A sustainable resolution to the longest territorial conflict in our history demands that Pakistan has a stable and sustainable government.

To normalise relations with Bharat, Pakistan needs to re-evaluate its relations with China and the role it is expected to play in China’s Belt and Road Initiative. It will have to de-link itself from CPEC and consider joining the India-Middle East Economic Corridor, connecting the port of Gwadar with the ports in Gujarat and Mumbai.

The normalisation of relations between Bharat and Pakistan also depends on the resolution of the false cultural antagonism it has encouraged over the past 77 years based on the two-nation theory.

Pakistan will have to declare that Hindu is not the enemy of the Muslim and that it rejects the two-nation theory of Muhammad Ali Jinnah in its totality. This does not mean Pakistan has to return its territory back to Bharat. All it means is that Pakistan needs a tectonic ideological shift that is in tune with today’s neo-liberal world order.

This will result in the government of Pakistan saving billions of dollars in arms spending and maintaining an army that is led by corrupt generals. Cheap goods influx into Pakistan will help the economy grow again.

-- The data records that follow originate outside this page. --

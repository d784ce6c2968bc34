"""The journal: every good frame of a recording in one file, bytes and counts only; readings are made from it anew."""

from .book import Mark, Stretch
from .gather import Counts, Gathered
from .lock import JournalHeld
from .reader import Account, BadBlock, Journal, KeptBlock
from .writer import JournalState, Writer

__all__ = [
    "Account",
    "BadBlock",
    "Counts",
    "Gathered",
    "Journal",
    "JournalHeld",
    "JournalState",
    "KeptBlock",
    "Mark",
    "Stretch",
    "Writer",
]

Bharat can also solve the electricity crisis in Pakistan by supplying power at affordable rates and Pakistan can focus on the development of its manufacturing sector for earning foreign exchange as well as developing its tourism industry to bring in even more foreign exchange into the country.

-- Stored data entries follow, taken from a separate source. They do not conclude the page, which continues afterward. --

"""A second of frames as bytes, and back: each kind a table of columns, each column differences in planes of bytes.

One rule: what comes out is what went in, frame by frame and in order; only the UTC of frames with a device time is
told by that time and one offset a run. These bytes are what the digests are taken over: packing (zlib) lies outside.

Content: number of runs u16; a run is shape u8, frames u32, offset i64 [us] (UTC less device time; 0 where the frames
have none). Then, in the order in which shapes first appear, a table each: length u32 [bytes], columns, texts.
"""

from __future__ import annotations

import itertools
import struct
from collections.abc import Iterator, Sequence
from dataclasses import dataclass
from typing import Any, TypeAlias

import numpy as np
import numpy.typing as npt

from bridgeio.frames import KIND_BY_NUMBER, KINDS, Item, Kind, Tallies, Unknown, kind_of

from .columns import Columns, PackError, coded, split

__all__ = ["Micros", "Timed", "contents_of", "frames_in", "unpack", "utc_of_runs"]

#: Runs of one shape join where their offsets differ by no more than this [us].
_SAME_OFFSET_US = 5_000
_RUN = struct.Struct("<BIq")
_LENGTH = struct.Struct("<I")
_US_PER_MS = 1000

# Shapes of tallies are bits beside 0x80; those of rare frames are the number of their kind; 0 is an unknown kind.
_COUNTS, _WIDE, _CHECKED, _HAS_MS, _WHOLE = 0x80, 1, 2, 4, 8
_STRANGE = 0

Micros: TypeAlias = npt.NDArray[np.int64]


@dataclass(frozen=True, slots=True)
class Timed:
    """An item and the UTC of its frames, int64[n] [us since 1970]; n is 1 for all but `Tallies`."""

    item: Item
    utc_us: Micros


def frames_in(item: Item) -> int:
    """How many frames an item is."""
    return len(item) if isinstance(item, Tallies) else 1


def contents_of(timed: Sequence[Timed]) -> bytes:
    """The items of one block as bytes. No item is empty, and no device time falls within one."""
    runs: list[tuple[int, int, int]] = []
    tables: dict[int, list[Item]] = {}
    columns: dict[int, list[Columns]] = {}
    for one in timed:
        shape, frames, offset_us = _shape(one.item), frames_in(one.item), _offset_us(one)
        if runs and runs[-1][0] == shape and abs(runs[-1][2] - offset_us) <= _SAME_OFFSET_US:
            runs[-1] = (shape, runs[-1][1] + frames, runs[-1][2])
        else:
            runs.append((shape, frames, offset_us))
        if isinstance(one.item, Tallies):
            columns.setdefault(shape, []).append(_tally_columns(one.item, shape, one.utc_us))
        tables.setdefault(shape, []).append(one.item)
    parts = [struct.pack("<H", len(runs)), *(_RUN.pack(*run) for run in runs)]
    for shape, items in tables.items():
        table = _counts_table(columns[shape]) if shape & _COUNTS else _rare_table(shape, items)
        parts += [_LENGTH.pack(len(table)), table]
    return b"".join(parts)


def unpack(contents: Sequence[bytes]) -> list[Timed]:
    """The items of blocks that follow each other; tallies of one shape with nothing between them are one `Tallies`.

    PackError where something is no content.
    """
    try:
        return list(_unpack(contents))
    except (struct.error, ValueError, LookupError, OverflowError) as error:
        raise PackError(f"a block's content is malformed: {error}") from error


# Tables of tallies.


def _shape(item: Item) -> int:
    if not isinstance(item, Tallies):
        kind = kind_of(item)
        return kind.number if kind else _STRANGE
    bits = _COUNTS | _WIDE * item.wide | _CHECKED * item.checked | _HAS_MS * item.has_ms
    return bits | _WHOLE * (_whole(item.forward, item.wide) and _whole(item.reflected, item.wide))


def _whole(counts: npt.NDArray[np.float64], wide: bool) -> bool:
    """Whether counts fit the wire's own width and come back the same, sign of zero included."""
    limit = 0xFFFF_FFFF if wide else 0xFFFF
    if not (counts.min() >= 0.0 and counts.max() <= limit):
        return False
    return bool((counts == np.floor(counts)).all()) and not np.signbit(counts).any()


def _tally_dtypes(shape: int) -> tuple[str, ...]:
    count = ("<u4" if shape & _WIDE else "<u2") if shape & _WHOLE else "<u8"
    return ("u1", "<u4" if shape & _HAS_MS else "<u8", count, count, "u1")


def _tally_columns(item: Tallies, shape: int, utc_us: Micros) -> Columns:
    count = _tally_dtypes(shape)[2]
    counts = [c.astype(count) if shape & _WHOLE else c.view(count) for c in (item.forward, item.reflected)]
    return [item.seq, item.ms if shape & _HAS_MS else utc_us.view("<u8"), *counts, item.flags]


def _counts_table(pieces: list[Columns]) -> bytes:
    columns = pieces[0] if len(pieces) == 1 else [np.concatenate(parts) for parts in zip(*pieces, strict=True)]
    return b"".join(coded(column) for column in columns)


# Tables of rare frames, known and unknown: columns, then lengths of texts u16 as one more column, then the texts.


def _rare_dtypes(shape: int) -> list[tuple[str, str]]:
    """Names and types of a shape's columns; LookupError for a shape that is none."""
    if shape == _STRANGE:
        return [("kind", "u1"), ("text", "u1")]
    kind = KIND_BY_NUMBER[shape]
    return [(name, kind.record.fields[name][0].str) for name in _numbers(kind)]  # type: ignore[index]


def _numbers(kind: Kind) -> list[str]:
    return [name for name, code in kind.fields[1:] if name != "length" and not code.endswith("s")]


def _text_name(shape: int) -> str | None:
    return "payload" if shape == _STRANGE else _TEXTS[shape]


def _rare_table(shape: int, items: Sequence[Item]) -> bytes:
    parts = []
    for name, code in _rare_dtypes(shape):
        column = np.array([getattr(item, name) for item in items], dtype=code)
        parts.append(coded(column.view(f"<u{column.itemsize}")))
    text_name = _text_name(shape)
    if text_name is not None:
        texts = [getattr(item, text_name) for item in items]
        raw = [text if isinstance(text, bytes) else text.encode() for text in texts]
        parts += [coded(np.array([len(text) for text in raw], dtype="<u2")), *raw]
    return b"".join(parts)


def _rare_items(shape: int, table: bytes, rows: int) -> Iterator[Item]:
    dtypes = _rare_dtypes(shape)
    text_name = _text_name(shape)
    widths = [np.dtype(code).itemsize for _, code in dtypes] + [2] * (text_name is not None)
    size = sum(widths) * rows
    columns = split(np.frombuffer(table[:size], np.uint8).reshape(-1, rows), widths, np.array([rows]))
    values = [c.view(code).tolist() for c, (_, code) in zip(columns, dtypes, strict=False)]
    names = [name for name, _ in dtypes]
    if text_name is not None:
        names.append(text_name)
        values.append(_texts(table[size:], columns[-1].tolist(), shape))
    elif len(table) != size:
        raise ValueError(f"{len(table) - size} bytes too many")
    for row in zip(*values, strict=True):
        yield _rare_item(shape, dict(zip(names, row, strict=True)))


def _texts(raw: bytes, lengths: list[int], shape: int) -> list[bytes] | list[str]:
    ends = [0, *itertools.accumulate(lengths)]
    if ends[-1] != len(raw):
        raise ValueError(f"{len(raw)} bytes of text; wanted {ends[-1]}")
    texts = [raw[at:end] for at, end in itertools.pairwise(ends)]
    return texts if shape == _STRANGE else [text.decode() for text in texts]


def _rare_item(shape: int, values: dict[str, Any]) -> Item:
    if shape == _STRANGE:
        return Unknown(values["kind"], values["payload"], bool(values["text"]))
    kind = KIND_BY_NUMBER[shape]
    return kind.frame(**values, wide=True) if kind.wide else kind.frame(**values)


# From contents to items.


@dataclass(slots=True)
class _Run:
    shape: int
    frames: int
    offset_us: int


def _unpack(contents: Sequence[bytes]) -> Iterator[Timed]:
    runs: list[_Run] = []
    counts: dict[int, list[npt.NDArray[np.uint8]]] = {}
    rare: dict[int, list[Iterator[Item]]] = {}
    for content in contents:
        fresh, tables = _parse(content)
        runs += fresh
        for shape, rows, table in tables:
            if shape & _COUNTS:
                counts.setdefault(shape, []).append(np.frombuffer(table, np.uint8).reshape(-1, rows))
            else:
                rare.setdefault(shape, []).append(_rare_items(shape, table, rows))
    queues = {shape: itertools.chain.from_iterable(tables) for shape, tables in rare.items()}
    whole = {shape: _Whole(shape, pieces, runs) for shape, pieces in counts.items()}
    for shape, group in itertools.groupby(runs, key=lambda run: run.shape):
        if shape & _COUNTS:
            yield whole[shape].take(sum(run.frames for run in group))
            continue
        for run in group:
            for item in itertools.islice(queues[shape], run.frames):
                yield Timed(item, np.array([run.offset_us + int(item.ms) * _US_PER_MS]))


def _parse(content: bytes) -> tuple[list[_Run], list[tuple[int, int, bytes]]]:
    """Runs and tables (shape, rows, bytes) of one content."""
    number = content[0] | content[1] << 8
    at = 2 + number * _RUN.size
    runs = [_Run(*values) for values in _RUN.iter_unpack(content[2:at])]
    rows: dict[int, int] = {}
    for run in runs:
        if not run.frames:
            raise ValueError("a run without frames")
        rows[run.shape] = rows.get(run.shape, 0) + run.frames
    tables = []
    for shape, number in rows.items():
        (length,) = _LENGTH.unpack_from(content, at)
        at += _LENGTH.size
        if number > length:
            raise ValueError(f"{number} frames in {length} bytes")
        tables.append((shape, number, content[at : at + length]))
        at += length
    if at != len(content):
        raise ValueError(f"{len(content)} bytes; wanted {at}")
    return runs, tables


class _Whole:
    """All tallies of one shape in the contents, handed out run after run."""

    def __init__(self, shape: int, pieces: list[npt.NDArray[np.uint8]], runs: Sequence[_Run]) -> None:
        ends = np.cumsum([piece.shape[1] for piece in pieces])
        widths = [np.dtype(code).itemsize for code in _tally_dtypes(shape)]
        seq, time, forward, reflected, flags = split(np.concatenate(pieces, axis=1), widths, ends)
        if shape & _HAS_MS:
            self._utc_us, ms = _utc_us(time, [run for run in runs if run.shape == shape]), time
        else:
            self._utc_us, ms = time.view("<i8"), np.zeros(len(time), np.uint32)
        counts = [c.astype(np.float64) if shape & _WHOLE else c.view("<f8") for c in (forward, reflected)]
        self._columns: Columns = [seq, ms, *counts, flags]
        self._shape = shape
        self._at = 0

    def take(self, frames: int) -> Timed:
        """The next tallies."""
        part = slice(self._at, self._at + frames)
        self._at += frames
        seq, ms, forward, reflected, flags = (column[part] for column in self._columns)
        marks = (bool(self._shape & bit) for bit in (_CHECKED, _HAS_MS, _WIDE))
        return Timed(Tallies(seq, ms, forward, reflected, flags, *marks), self._utc_us[part])


def _offset_us(one: Timed) -> int:
    """UTC less device time [us]; 0 where the frames have no device time."""
    item = one.item
    if not isinstance(item, Tallies):
        return int(one.utc_us[0]) - item.ms * _US_PER_MS
    return int(one.utc_us[0]) - int(item.ms[0]) * _US_PER_MS if item.has_ms else 0


def _utc_us(ms: npt.NDArray[np.uint32], runs: Sequence[_Run]) -> Micros:
    """UTC [us] by the device times [ms] of tallies in runs."""
    frames, offset_us = np.array([run.frames for run in runs]), np.array([run.offset_us for run in runs], np.int64)
    return utc_of_runs(ms, frames, offset_us)


def utc_of_runs(ms: npt.NDArray[np.uint32], frames: npt.NDArray[Any], offset_us: Micros) -> Micros:
    """UTC [us, n] by device times [ms, n] and runs' frames and offsets [us]; within a run they count from its first,
    across a wrap too."""
    first = np.cumsum(frames) - frames
    start_ms = ms[first]
    start_us = start_ms.astype(np.int64) * _US_PER_MS + offset_us
    since_ms = (ms - np.repeat(start_ms, frames)).view(np.int32)
    return np.asarray(np.repeat(start_us, frames) + since_ms.astype(np.int64) * _US_PER_MS)


#: Which field of a rare kind is a text.
_TEXTS = {
    kind.number: next((n for n in ("name", "text") if n in kind.frame.__annotations__), None)
    for kind in KINDS
    if not kind.counted
}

The question is how willing is Pakistan’s ruling establishment to abandon anti-Hindu religious nationalism and how strong are the social, political and cultural forces in Pakistan and PoJK to instruct a revolution that would deem the military powerless? Realistically speaking, at the moment neither seems to be the case, but then in times of turmoil and revolution the consciousness of the people marches forward in leaps.

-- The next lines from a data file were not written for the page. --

"""Columns of whole numbers as planes of bytes, and the packing of them: what makes noise of a count cost half a byte.

One rule: nothing here knows what a column means; differences, signs and planes are undone exactly, modulo its width.
"""

from __future__ import annotations

import itertools
import zlib
from collections.abc import Sequence
from typing import Any, TypeAlias

import numpy as np
import numpy.typing as npt

from bridgeio.errors import FileError

__all__ = ["LONGEST_CONTENT", "Columns", "PackError", "coded", "deflate", "inflate", "split"]

#: More than this no block unpacks to [bytes].
LONGEST_CONTENT = 1 << 23

_WINDOW_BITS = -12

Columns: TypeAlias = list[npt.NDArray[Any]]


class PackError(FileError):
    """Bytes that hold no content, or a content that is too long."""


def deflate(content: bytes) -> bytes:
    """Content as a block carries it."""
    packer = zlib.compressobj(6, zlib.DEFLATED, _WINDOW_BITS, 5, zlib.Z_FILTERED)
    return packer.compress(content) + packer.flush()


def inflate(packed: bytes, length: int) -> bytes:
    """The content of a block, `length` bytes long. PackError where it is not, or longer than any block may be."""
    if not 0 < length <= LONGEST_CONTENT:
        raise PackError(f"a block of {length} bytes unpacked; wanted at most {LONGEST_CONTENT}")
    try:
        content = zlib.decompressobj(_WINDOW_BITS).decompress(packed, length + 1)
    except zlib.error as error:
        raise PackError(f"a block cannot be unpacked: {error}") from error
    if len(content) != length:
        raise PackError(f"a block unpacks to {len(content)} bytes or more; wanted {length}")
    return content


def coded(column: npt.NDArray[Any]) -> bytes:
    """Differences (the first from 0), sign in the lowest bit, all lowest bytes first, then the next."""
    width = column.itemsize
    signed = np.diff(column, prepend=column.dtype.type(0)).view(f"<i{width}")
    folded = (signed << 1) ^ (signed >> (8 * width - 1))
    return folded.view(np.uint8).reshape(-1, width).T.tobytes()


def split(planes: npt.NDArray[np.uint8], widths: Sequence[int], ends: npt.NDArray[np.intp]) -> Columns:
    """Columns of the given widths [bytes] out of planes uint8[sum of widths, n]."""
    if len(planes) != sum(widths):
        raise ValueError(f"{len(planes)} planes of bytes; wanted {sum(widths)}")
    at = [0, *itertools.accumulate(widths)]
    return [_uncoded(planes[a:b], ends) for a, b in itertools.pairwise(at)]


def _uncoded(planes: npt.NDArray[np.uint8], ends: npt.NDArray[np.intp]) -> npt.NDArray[Any]:
    """The column in planes uint8[width, n]; differences start anew after each of `ends`, of which n is the last."""
    folded = np.ascontiguousarray(planes.T).view(f"<u{len(planes)}")[:, 0]
    one = folded.dtype.type(1)
    column = np.cumsum((folded >> one) ^ (~(folded & one) + one), dtype=folded.dtype)
    if len(ends) > 1:
        column[ends[0] :] -= np.repeat(column[ends[:-1] - 1], np.diff(ends))
    return column
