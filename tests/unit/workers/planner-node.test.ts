import { describe, expect, test } from "vitest";
import { solve } from "#app/domain/planning/solve.ts";
import { planInSteps } from "#app/workers/plan-in-steps.ts";
import plan from "#app/workers/planner.node.ts";
import { randomProblem, seededRandom } from "#tests/support/planning-random.ts";
import { workedProblem } from "#tests/support/planning-worked-example.ts";

const large = randomProblem(seededRandom(11), {
  songs: 60,
  guitars: 4,
  necks: 12,
  rules: "light",
  realistic: true,
  maxMoved: null,
});

describe("a plan on the server", () => {
  test("is that of solve, and says that nothing better is possible", () => {
    const { answer, ended } = plan({ problem: workedProblem(), effort: 1000, milliseconds: 60_000 });
    expect(answer).toEqual(solve(workedProblem(), { effort: 1000 }));
    expect(ended).toBe("settled");
  });

  test("ends with its effort", () => {
    const { answer, ended } = plan({ problem: large, effort: 50, milliseconds: 60_000 });
    expect(answer).toEqual(solve(large, { effort: 50 }));
    expect(ended).toBe("effort");
  });

  test("ends with its time, with an answer and a bound that hold", () => {
    const began = performance.now();
    const { answer, ended } = plan({ problem: large, effort: 100_000_000, milliseconds: 1 });
    expect(ended).toBe("time");
    expect(performance.now() - began).toBeLessThan(20_000);
    if (answer.status === "infeasible") throw new Error("This set can be had");
    expect(answer.order.toSorted()).toEqual(large.order.toSorted());
    expect(answer.bound).toBeLessThanOrEqual(answer.total);
  });

  test("says so where there is none", () => {
    const { answer, ended } = plan({ problem: { ...large, guitars: [] }, effort: 50, milliseconds: 1 });
    expect(answer.status).toBe("infeasible");
    expect(ended).toBe("settled");
  });
});

test("steps never get worse: answers only better, bounds only higher, the last one done", () => {
  let total = Number.POSITIVE_INFINITY;
  let bound = 0;
  let last = false;
  for (const step of planInSteps(large, { effort: 20_000 })) {
    if (step.answer && step.answer.status !== "infeasible") {
      expect(step.answer.total).toBeLessThanOrEqual(total);
      total = step.answer.total;
    }
    expect(step.bound).toBeGreaterThanOrEqual(bound - 1e-6);
    bound = step.bound;
    expect(last).toBe(false);
    last = step.done;
  }
  expect(last).toBe(true);
});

The Pakistan military is rigorously consolidating its power and most importantly its reputation after the events of May 9 in which public fury following the arrest of the former Prime Minister Imran Khan resulted in violent attacks on military installations in both Punjab and the province of KPK.

As for the population, they have not come up, yet, with a political and cultural narrative to decisively challenge the two-nation theory and the role of military in the affairs of the state. Therefore, we must look elsewhere.

On October 5, PoJK observed a general strike in the occupied state. It was the second general strike in a month. On October 10, women and children from all over PoJK came out in protest. And on October 17, students from across the occupied territory braved heavy rain to take out protest marches against Pakistan and demanded independence and control of their natural resources.

The only thing that in my view can now bring about a resolution to the Kashmir dispute is if from inside PoJK an angry public turns its anger into a full-scale rebellion against Pakistan’s occupation of PoJK.

However, unless the Jammu Kashmir Joint Awami Action Committee (JKJAAC), which is leading the civil disobedience movement in PoJK, realises that it is a government-in-waiting, and calls for the resignation and the termination of the PoJK assembly and seat of power in Muzaffarabad and takes power into its own hands, I do not see a resolution to the Kashmir dispute in the foreseeable future.

The coming into power of the JKJAAC with the demand that Pakistan withdraw its troops from PoJK will lead to the formation of a new government that could then sign a defence pact with the Republic of Bharat and give itself a lease of life and more importantly enough time to enter into a negotiated settlement with the Delhi Sarkar, leading to the reunification of the state of Jammu and Kashmir.

It is for this reason that I have always put the main emphasis of our liberation struggle on winning the narrative war first. And that cannot even begin without first and foremost the unequivocal condemnation of the two-nation theory of Muhammad Ali Jinnah that led to the partition of British India in the first place.

Dr Amjad Ayub Mirza is an author, broadcaster and human rights activist from Mirpur in PoJK. He lives in the UK. Views expressed in the above piece are personal and solely that of the author. They do not necessarily reflect News18’s views.